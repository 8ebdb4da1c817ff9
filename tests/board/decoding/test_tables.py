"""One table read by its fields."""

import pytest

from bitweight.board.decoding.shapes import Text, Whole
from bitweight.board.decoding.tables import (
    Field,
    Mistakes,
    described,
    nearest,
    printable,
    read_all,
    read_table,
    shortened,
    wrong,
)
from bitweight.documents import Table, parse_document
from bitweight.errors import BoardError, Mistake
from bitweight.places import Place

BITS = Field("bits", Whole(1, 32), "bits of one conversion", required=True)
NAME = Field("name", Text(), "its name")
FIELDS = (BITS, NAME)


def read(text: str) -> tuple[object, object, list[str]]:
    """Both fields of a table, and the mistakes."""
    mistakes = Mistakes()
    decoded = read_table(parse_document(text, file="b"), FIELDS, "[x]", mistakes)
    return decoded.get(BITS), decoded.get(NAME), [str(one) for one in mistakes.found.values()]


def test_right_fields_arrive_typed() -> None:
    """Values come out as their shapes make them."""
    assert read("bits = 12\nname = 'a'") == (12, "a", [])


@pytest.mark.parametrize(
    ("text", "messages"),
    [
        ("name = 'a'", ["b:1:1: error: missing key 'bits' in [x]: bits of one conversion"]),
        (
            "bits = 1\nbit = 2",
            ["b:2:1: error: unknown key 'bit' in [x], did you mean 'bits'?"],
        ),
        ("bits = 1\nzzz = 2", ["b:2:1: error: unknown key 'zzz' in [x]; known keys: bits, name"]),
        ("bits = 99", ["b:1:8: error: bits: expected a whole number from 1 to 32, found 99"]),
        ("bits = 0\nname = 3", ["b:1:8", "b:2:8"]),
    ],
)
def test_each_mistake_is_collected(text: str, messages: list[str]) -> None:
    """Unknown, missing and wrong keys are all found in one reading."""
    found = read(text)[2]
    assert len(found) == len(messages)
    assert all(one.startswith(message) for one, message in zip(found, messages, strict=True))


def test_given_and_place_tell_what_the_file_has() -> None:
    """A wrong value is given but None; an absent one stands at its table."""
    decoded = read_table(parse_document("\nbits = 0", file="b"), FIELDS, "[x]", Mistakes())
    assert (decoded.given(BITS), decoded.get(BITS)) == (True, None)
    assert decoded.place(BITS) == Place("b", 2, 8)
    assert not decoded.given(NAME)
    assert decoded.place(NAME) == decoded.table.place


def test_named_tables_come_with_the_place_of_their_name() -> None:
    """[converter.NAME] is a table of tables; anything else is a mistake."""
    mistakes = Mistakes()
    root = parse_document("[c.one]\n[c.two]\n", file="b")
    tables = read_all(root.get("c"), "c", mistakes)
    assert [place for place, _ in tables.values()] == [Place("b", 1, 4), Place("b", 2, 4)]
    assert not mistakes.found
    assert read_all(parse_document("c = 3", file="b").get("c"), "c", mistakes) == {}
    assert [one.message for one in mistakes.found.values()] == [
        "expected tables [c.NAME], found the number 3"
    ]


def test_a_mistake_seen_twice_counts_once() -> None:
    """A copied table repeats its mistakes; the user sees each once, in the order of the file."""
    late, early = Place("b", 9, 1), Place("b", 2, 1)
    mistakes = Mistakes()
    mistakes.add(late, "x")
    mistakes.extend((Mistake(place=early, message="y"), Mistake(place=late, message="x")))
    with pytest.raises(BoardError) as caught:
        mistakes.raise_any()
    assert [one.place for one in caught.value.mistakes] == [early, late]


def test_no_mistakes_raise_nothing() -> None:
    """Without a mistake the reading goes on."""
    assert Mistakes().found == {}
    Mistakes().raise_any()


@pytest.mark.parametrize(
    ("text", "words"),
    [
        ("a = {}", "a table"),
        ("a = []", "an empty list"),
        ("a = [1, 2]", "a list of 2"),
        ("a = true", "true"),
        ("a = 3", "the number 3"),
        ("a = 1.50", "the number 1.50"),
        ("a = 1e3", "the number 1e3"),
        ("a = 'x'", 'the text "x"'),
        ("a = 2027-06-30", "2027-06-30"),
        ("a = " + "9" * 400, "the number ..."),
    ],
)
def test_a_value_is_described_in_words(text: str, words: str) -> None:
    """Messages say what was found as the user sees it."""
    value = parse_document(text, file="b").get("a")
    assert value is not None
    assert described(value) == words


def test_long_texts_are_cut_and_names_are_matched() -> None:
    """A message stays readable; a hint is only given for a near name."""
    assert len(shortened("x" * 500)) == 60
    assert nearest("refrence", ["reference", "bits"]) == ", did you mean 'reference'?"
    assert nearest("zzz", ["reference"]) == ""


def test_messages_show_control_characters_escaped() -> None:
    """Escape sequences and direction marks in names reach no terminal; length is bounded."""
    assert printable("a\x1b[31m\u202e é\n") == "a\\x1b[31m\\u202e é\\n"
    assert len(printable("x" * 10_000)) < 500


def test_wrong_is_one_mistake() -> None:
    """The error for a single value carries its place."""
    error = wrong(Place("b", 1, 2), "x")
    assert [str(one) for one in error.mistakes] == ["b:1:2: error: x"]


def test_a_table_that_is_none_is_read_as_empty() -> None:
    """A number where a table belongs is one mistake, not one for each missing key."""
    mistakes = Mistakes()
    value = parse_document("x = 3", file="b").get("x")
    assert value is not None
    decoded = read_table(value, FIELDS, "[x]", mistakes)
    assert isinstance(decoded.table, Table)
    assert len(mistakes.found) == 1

*HOW TO COMPLETE THIS TASK:*
Starting with the line that holds "error: bits: expected" and ending with the line that holds "assert all(one.startswith(message) for", retype every line in the data above exactly, and nothing else.

*REPLY:*
        ("bits = 99", ["b:1:8: error: bits: expected a whole number from 1 to 32, found 99"]),
        ("bits = 0\nname = 3", ["b:1:8", "b:2:8"]),
    ],
)
def test_each_mistake_is_collected(text: str, messages: list[str]) -> None:
    """Unknown, missing and wrong keys are all found in one reading."""
    found = read(text)[2]
    assert len(found) == len(messages)
    assert all(one.startswith(message) for one, message in zip(found, messages, strict=True))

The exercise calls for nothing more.